The Rangers in Autumn…two days to go
From Eastport to Block Island, New Englanders were screaming mad. Only a couple of weeks before, the Red Sox had been baseball’s one sure thing, but now Fenway Park was like St. Petersburg in the last days of Czar Nicholas.
Peter Gammons, describing the collapse of the 1978 Boston Red Sox in Sports Illustrated
General George Patton: “Two weeks ago when we took Palermo they called me a hero, said I was the greatest general since Stonewall Jackson.”
General Omar Bradley: “And now they draw cartoons about you.”
If the Rangers don’t win one of their next three games, their season is over. Think about that. Back early in the season, the Rangers were being compared to the greatest teams in baseball history.
Now they are in a situation that few foresaw just a few weeks ago. The red-hot Athletics are in a position to steal the division title, which would leave the Rangers in a one-game wild card playoff against either the Orioles or the Yankees.
Lose that and Tony Romo will no longer be the No. 1 sports topic of discussion in North Texas, even if it would only be a temporary reprieve.

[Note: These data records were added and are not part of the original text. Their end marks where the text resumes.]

#include "wavefount/timing/onset.h"

#include <algorithm>
#include <cmath>

#include "wavefount/core/robust.h"
#include "wavefount/kinetics/dispersion.h"

namespace wavefount {

namespace {

constexpr double normal_95 = 1.959964;
constexpr double covered = 0.95;
// Points of the common grid that all shapes' likelihoods of one fall are averaged on.
constexpr int grid_points = 140;

// Noise against what was stated, from second differences before the fall: no model needed.
double difference_ratio(const FallWindow& window) {
  std::vector<double> ratios;
  const auto& s = window.samples;
  for (std::size_t i = 1; i + 1 < s.size() && s[i + 1].time_min < window.earliest_min; ++i) {
    const double second = s[i - 1].signal - 2 * s[i].signal + s[i + 1].signal;
    ratios.push_back(second / std::sqrt(s[i - 1].variance + 4 * s[i].variance + s[i + 1].variance));
  }
  if (ratios.size() < 3) return 0;
  return std::pow(1.4826 * quantile(
                               [&] {
                                 for (double& ratio : ratios) ratio = std::abs(ratio);
                                 return ratios;
                               }(),
                               0.5),
                  2);
}

void scale_variances(FallWindow& window, double ratio) {
  for (auto& sample : window.samples) sample.variance *= ratio;
}

void scale_by_differences(std::vector<FallWindow>& windows) {
  std::vector<double> ratios;
  for (const auto& window : windows)
    if (const double ratio = difference_ratio(window); ratio > 0) ratios.push_back(ratio);
  if (ratios.empty()) return;
  const double ratio = median(std::move(ratios));
  for (auto& window : windows) scale_variances(window, ratio);
}

// Each fall's variances times its own residual dispersion, drawn towards the film's.
void scale_by_residuals(std::vector<FallWindow>& windows, const ReleaseShape& shape,
                        const Surroundings& surroundings) {
  std::vector<FitResiduals> fits;
  std::vector<double> squares;
  for (const auto& window : windows) {
    const auto curve = curve_for(window, shape, surroundings);
    const double onset = onset_likelihood(window, curve).best_min;
    FitResiduals fit;
    fit.residuals = onset_residuals(window, curve, onset);
    fit.parameters = static_cast<int>(std::lround(fit_onset(window, curve, onset).leverage + 1));
    double sum = 0;
    for (const double residual : fit.residuals) sum += residual * residual;
    squares.push_back(sum);
    fits.push_back(std::move(fit));
  }
  const auto pooled = pool_dispersion(fits);
  for (std::size_t i = 0; i < windows.size(); ++i) {
    const int freedom = static_cast<int>(fits[i].residuals.size()) - fits[i].parameters;
    scale_variances(windows[i], shrink_dispersion(squares[i], freedom, pooled).variance_ratio);
  }
}

std::vector<double> common_grid(const std::vector<OnsetLikelihood>& likelihoods) {
  double from = INFINITY, to = -INFINITY;
  for (const auto& one : likelihoods) {
    from = std::min(from, one.onset_min.front());
    to = std::max(to, one.onset_min.back());
  }
  std::vector<double> grid(grid_points);
  for (int i = 0; i < grid_points; ++i) grid[i] = from + (to - from) * i / (grid_points - 1);
  return grid;
}

// Posterior mean, and the half-width around it that holds 95 %.
void summarise(const std::vector<double>& grid, std::vector<double> density, Onset& onset) {
  double sum = 0, first = 0;
  for (std::size_t i = 0; i < grid.size(); ++i) {
    sum += density[i];
    first += density[i] * grid[i];
  }
  onset.time_min = first / sum;
  std::vector<std::pair<double, double>> by_distance;
  for (std::size_t i = 0; i < grid.size(); ++i)
    by_distance.push_back({std::abs(grid[i] - onset.time_min), density[i] / sum});
  std::sort(by_distance.begin(), by_distance.end());
  double held = 0, half_width = 0;
  for (std::size_t i = 0; i < by_distance.size(); ++i) {
    const auto& [distance, mass] = by_distance[i];
    if (held + mass >= covered) {
      // Within one grid point's mass, linearly.
      const double before = i > 0 ? by_distance[i - 1].first : 0;
      half_width = before + (distance - before) * (covered - held) / mass;
      break;
    }
    held += mass;
  }
  onset.se_min = half_width / normal_95;
}

Onset time_fall(const FallWindow& window, const PooledShape& pooled,
                const Surroundings& surroundings) {
  std::vector<ReleaseCurve> curves;
  std::vector<OnsetLikelihood> coarse;
  for (const auto& [shape, weight] : pooled.shapes) {
    curves.push_back(curve_for(window, shape, surroundings));
    coarse.push_back(onset_likelihood(window, curves.back()));
  }
  const auto grid = common_grid(coarse);
  std::vector<double> density(grid.size(), 0.0);
  for (std::size_t s = 0; s < curves.size(); ++s) {
    const auto likelihood = onset_likelihood(window, curves[s], grid);
    // The shape's weight holds this fall's evidence already.
    const double evidence = likelihood.log_evidence();
    for (std::size_t i = 0; i < grid.size(); ++i)
      density[i] += pooled.shapes[s].weight * std::exp(likelihood.log_likelihood[i] - evidence);
  }
  Onset onset;
  summarise(grid, density, onset);
  const auto fit = fit_onset(window, curves.front(), onset.time_min);
  onset.level = fit.level;
  onset.base = fit.base;
  onset.half_loss_min = onset.time_min + curves.front().half_min();
  std::vector<double> variances;
  for (const auto& sample : window.samples) variances.push_back(sample.variance);
  onset.drop_sigma = (fit.level - fit.base) / std::sqrt(median(std::move(variances)));
  return onset;
}

}  // namespace

std::vector<Onset> time_falls(std::vector<FallWindow> windows, const Surroundings& surroundings,
                              int shape_falls) {
  if (windows.empty()) return {};
  scale_by_differences(windows);
  scale_by_residuals(windows, scout_shape(windows, surroundings), surroundings);
  const auto pooled = pool_shape(windows, surroundings, shape_falls);
  std::vector<Onset> onsets;
  for (const auto& window : windows) onsets.push_back(time_fall(window, pooled, surroundings));
  return onsets;
}

}  // namespace wavefount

Actually, from a historical standpoint, the Rangers situation has the same feel as it did back late in the 1996 season. Remember that?
The Rangers went into September looking like a sure thing against the rest of the American League West. They beat the Blue Jays on Sept. 10 and had a nine game lead over the Mariners with 18 to play. The first division title in club history was within their grasp.
Then they proceeded to lose nine of their next ten games. On Friday, Sept. 20, they had a 5-4 lead over the Angels going into the bottom of the 10th and Mike Stanton gave up two runs to blow the save.
At that point, the Rangers had a one-game lead over the Mariners but they were tied in the all-important loss column. The Rangers clubhouse in Anaheim Stadium was deathly quiet
Then came the two biggest games in club history or easily the biggest up until the last two years. John Burkett and Ken Hill pitched back-to-back brilliant games on Saturday and Sunday, the Rangers won both games and left Anaheim with a two game lead. The Mariners faded in the stretch and the Rangers won the division title.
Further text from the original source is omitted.